Work task » Please copy every line below that contains the string "Room".

══════════

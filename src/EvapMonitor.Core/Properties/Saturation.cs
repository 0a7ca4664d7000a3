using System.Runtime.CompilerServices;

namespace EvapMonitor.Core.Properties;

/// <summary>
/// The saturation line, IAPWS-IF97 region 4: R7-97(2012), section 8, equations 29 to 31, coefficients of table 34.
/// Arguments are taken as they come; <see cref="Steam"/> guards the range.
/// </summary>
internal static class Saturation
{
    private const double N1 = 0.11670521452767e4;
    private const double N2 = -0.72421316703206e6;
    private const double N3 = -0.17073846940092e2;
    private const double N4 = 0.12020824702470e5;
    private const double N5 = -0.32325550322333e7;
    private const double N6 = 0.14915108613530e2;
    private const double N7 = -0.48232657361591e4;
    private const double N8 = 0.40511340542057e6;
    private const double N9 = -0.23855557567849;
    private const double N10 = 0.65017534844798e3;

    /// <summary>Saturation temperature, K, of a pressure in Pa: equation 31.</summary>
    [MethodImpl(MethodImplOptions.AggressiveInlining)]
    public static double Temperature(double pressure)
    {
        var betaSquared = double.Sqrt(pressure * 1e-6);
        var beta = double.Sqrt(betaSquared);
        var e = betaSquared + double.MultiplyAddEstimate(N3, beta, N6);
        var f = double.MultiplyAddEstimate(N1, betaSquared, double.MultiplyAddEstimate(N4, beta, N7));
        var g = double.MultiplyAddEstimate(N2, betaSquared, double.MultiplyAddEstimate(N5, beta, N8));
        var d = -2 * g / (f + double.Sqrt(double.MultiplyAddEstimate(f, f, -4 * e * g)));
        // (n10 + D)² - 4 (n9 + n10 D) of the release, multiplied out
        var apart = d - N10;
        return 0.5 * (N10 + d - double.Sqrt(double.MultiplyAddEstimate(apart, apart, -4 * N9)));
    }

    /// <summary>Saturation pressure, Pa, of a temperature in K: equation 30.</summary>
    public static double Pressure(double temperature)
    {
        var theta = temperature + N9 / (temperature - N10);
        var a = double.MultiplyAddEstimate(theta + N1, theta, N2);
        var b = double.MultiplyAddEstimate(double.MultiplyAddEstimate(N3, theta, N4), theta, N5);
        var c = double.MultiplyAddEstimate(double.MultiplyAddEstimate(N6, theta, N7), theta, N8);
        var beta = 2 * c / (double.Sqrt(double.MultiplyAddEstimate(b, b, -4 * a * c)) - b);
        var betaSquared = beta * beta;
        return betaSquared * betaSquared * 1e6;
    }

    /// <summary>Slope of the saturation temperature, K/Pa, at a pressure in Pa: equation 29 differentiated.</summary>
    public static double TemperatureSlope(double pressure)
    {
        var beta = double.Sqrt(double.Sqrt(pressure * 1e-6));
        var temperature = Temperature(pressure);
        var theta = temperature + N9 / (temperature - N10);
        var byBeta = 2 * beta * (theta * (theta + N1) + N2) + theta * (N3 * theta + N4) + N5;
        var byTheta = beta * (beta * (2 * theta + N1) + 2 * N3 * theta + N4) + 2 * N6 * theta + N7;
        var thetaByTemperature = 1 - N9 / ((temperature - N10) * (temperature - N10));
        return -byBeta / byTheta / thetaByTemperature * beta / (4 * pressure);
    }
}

══════════

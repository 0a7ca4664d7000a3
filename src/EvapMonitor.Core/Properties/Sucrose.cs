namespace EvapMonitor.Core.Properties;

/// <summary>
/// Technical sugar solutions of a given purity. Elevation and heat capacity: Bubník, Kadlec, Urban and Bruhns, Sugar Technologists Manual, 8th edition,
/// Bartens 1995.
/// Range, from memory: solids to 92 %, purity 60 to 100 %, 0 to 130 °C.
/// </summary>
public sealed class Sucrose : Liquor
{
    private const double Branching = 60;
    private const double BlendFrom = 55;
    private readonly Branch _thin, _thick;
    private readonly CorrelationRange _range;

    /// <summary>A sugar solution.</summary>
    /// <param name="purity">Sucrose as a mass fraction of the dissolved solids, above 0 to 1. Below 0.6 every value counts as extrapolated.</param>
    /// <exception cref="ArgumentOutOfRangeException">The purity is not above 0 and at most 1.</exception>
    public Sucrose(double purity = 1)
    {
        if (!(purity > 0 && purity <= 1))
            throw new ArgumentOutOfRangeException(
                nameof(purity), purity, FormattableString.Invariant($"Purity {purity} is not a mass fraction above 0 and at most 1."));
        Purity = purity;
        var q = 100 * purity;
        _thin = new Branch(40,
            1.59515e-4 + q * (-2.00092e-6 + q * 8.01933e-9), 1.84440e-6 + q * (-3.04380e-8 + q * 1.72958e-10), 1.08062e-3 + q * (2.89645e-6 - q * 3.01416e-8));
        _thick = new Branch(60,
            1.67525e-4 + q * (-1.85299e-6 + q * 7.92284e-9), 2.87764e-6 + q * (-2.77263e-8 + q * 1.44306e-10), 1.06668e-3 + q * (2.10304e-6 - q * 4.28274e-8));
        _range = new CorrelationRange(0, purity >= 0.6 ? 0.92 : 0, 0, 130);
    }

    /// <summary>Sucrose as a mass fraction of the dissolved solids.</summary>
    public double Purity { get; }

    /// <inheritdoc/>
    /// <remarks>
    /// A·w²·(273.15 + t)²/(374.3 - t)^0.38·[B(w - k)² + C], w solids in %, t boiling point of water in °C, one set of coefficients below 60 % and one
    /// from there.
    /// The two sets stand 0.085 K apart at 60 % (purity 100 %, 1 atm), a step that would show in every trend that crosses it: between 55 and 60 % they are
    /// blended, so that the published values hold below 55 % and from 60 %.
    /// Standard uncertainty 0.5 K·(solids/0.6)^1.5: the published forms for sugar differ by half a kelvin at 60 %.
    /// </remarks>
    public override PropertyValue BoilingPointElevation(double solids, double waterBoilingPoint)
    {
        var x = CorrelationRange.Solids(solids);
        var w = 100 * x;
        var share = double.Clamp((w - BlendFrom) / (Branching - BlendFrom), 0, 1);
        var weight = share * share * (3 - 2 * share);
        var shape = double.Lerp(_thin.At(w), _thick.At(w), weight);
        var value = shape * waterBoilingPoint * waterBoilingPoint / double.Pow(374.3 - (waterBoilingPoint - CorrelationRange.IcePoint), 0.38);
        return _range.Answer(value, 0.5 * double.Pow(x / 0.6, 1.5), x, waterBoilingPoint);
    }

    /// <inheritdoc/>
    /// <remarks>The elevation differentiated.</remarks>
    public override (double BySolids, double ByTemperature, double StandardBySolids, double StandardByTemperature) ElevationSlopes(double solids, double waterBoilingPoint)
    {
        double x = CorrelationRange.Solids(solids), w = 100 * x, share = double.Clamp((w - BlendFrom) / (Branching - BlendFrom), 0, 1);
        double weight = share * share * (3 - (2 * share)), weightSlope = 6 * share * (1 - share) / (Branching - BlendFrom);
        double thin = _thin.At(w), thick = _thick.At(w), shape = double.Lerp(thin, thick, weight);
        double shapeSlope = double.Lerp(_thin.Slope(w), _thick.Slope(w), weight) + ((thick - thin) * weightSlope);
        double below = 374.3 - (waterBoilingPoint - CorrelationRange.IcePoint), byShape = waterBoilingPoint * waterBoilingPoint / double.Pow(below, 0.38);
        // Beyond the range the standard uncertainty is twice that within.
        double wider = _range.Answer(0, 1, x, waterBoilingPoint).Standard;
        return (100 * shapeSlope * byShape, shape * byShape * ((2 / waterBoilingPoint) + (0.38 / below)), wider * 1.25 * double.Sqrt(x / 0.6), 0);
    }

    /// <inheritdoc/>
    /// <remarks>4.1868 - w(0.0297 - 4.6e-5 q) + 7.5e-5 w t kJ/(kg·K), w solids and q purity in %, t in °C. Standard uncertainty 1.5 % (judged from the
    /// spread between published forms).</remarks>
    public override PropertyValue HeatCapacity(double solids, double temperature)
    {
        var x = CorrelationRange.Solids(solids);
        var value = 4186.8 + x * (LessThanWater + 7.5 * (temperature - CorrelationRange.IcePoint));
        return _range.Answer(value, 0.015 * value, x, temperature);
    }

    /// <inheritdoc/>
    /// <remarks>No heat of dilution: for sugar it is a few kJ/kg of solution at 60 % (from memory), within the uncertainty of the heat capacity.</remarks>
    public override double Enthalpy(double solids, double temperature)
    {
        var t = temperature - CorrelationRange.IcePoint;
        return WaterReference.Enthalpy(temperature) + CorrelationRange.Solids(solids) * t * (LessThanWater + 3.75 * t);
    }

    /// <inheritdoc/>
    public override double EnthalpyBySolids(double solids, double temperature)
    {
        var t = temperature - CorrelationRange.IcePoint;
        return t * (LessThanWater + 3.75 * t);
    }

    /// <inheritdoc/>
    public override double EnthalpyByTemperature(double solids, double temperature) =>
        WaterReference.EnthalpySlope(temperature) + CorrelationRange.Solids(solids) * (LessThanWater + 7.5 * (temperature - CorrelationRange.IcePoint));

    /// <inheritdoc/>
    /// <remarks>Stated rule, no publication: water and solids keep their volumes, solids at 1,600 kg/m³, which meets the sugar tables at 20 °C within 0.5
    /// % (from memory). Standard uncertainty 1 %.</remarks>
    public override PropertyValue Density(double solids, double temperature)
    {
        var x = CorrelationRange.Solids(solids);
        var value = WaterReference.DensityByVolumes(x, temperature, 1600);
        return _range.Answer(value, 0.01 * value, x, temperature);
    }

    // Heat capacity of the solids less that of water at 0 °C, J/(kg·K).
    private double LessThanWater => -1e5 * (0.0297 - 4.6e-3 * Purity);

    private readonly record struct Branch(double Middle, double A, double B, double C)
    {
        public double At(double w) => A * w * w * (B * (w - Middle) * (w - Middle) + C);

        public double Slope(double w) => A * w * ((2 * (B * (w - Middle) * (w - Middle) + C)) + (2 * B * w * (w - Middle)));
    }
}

══════════

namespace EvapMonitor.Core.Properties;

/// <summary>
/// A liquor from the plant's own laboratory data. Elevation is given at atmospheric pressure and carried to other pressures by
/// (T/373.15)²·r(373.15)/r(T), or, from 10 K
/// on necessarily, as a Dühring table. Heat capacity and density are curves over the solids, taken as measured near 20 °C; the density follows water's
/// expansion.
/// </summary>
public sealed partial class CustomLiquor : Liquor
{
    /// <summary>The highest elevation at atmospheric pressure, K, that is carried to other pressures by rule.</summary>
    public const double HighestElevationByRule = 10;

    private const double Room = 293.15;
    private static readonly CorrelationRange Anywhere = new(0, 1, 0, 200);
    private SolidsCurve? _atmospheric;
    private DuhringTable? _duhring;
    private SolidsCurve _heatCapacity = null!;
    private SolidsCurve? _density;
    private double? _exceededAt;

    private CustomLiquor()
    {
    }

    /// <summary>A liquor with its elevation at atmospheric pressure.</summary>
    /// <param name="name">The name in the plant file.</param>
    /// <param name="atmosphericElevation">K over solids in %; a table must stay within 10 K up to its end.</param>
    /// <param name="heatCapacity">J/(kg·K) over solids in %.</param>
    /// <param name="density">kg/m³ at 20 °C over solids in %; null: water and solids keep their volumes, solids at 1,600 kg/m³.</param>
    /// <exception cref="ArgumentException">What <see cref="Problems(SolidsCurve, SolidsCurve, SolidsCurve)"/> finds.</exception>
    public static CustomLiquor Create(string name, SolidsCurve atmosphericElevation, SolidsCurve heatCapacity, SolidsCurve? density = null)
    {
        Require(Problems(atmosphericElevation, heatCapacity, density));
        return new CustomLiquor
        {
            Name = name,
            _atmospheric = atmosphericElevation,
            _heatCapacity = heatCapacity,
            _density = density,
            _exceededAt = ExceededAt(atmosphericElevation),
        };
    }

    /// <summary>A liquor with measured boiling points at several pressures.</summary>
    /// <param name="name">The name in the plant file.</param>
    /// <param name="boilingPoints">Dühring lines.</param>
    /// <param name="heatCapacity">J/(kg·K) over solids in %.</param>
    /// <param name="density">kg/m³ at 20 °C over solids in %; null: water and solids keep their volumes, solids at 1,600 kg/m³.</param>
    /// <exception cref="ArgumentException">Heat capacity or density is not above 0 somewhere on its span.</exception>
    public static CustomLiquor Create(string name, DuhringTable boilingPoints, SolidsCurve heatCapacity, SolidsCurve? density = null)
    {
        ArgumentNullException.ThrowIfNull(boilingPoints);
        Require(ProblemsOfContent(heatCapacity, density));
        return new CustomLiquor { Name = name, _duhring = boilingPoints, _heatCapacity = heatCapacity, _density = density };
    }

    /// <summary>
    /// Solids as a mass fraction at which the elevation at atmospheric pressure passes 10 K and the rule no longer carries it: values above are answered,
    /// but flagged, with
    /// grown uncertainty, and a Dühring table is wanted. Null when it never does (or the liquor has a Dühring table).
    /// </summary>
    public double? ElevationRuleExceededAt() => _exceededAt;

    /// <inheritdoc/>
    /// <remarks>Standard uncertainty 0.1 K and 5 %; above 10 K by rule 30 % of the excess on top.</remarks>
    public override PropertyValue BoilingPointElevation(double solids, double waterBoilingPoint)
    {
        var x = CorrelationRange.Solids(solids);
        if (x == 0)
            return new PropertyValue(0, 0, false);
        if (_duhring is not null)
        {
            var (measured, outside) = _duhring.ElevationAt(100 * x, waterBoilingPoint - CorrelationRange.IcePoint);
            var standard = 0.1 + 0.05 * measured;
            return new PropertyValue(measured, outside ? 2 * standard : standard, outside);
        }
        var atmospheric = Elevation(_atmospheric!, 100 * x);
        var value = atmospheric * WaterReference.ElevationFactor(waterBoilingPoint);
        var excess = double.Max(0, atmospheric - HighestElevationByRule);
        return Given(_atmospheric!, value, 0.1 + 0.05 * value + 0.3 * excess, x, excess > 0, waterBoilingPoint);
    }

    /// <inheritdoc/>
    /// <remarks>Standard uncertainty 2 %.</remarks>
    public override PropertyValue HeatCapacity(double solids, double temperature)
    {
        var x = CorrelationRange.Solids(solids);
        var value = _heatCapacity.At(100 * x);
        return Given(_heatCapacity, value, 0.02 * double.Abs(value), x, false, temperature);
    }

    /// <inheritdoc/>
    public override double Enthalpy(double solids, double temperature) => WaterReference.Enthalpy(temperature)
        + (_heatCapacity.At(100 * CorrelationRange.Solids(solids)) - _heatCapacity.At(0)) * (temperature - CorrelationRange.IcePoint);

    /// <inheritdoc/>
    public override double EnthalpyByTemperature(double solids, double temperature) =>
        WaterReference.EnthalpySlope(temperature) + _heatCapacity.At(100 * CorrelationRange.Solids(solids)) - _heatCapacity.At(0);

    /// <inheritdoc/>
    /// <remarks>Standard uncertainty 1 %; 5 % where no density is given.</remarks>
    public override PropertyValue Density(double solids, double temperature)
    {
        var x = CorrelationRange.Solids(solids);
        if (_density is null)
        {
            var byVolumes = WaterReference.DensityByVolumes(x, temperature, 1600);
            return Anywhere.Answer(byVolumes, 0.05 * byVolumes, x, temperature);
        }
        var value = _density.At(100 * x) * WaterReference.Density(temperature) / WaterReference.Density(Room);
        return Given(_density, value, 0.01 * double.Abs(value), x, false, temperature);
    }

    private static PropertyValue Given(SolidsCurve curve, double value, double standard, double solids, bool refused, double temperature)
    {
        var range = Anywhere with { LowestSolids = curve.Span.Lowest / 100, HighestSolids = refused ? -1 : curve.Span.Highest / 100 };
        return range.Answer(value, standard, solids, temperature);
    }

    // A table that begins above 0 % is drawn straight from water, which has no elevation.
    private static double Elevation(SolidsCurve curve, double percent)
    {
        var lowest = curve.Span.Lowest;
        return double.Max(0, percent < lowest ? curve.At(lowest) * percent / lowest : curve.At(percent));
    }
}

══════════

Output of the exercise »
    private const double Room = 293.15;
        var value = _density.At(100 * x) * WaterReference.Density(temperature) / WaterReference.Density(Room);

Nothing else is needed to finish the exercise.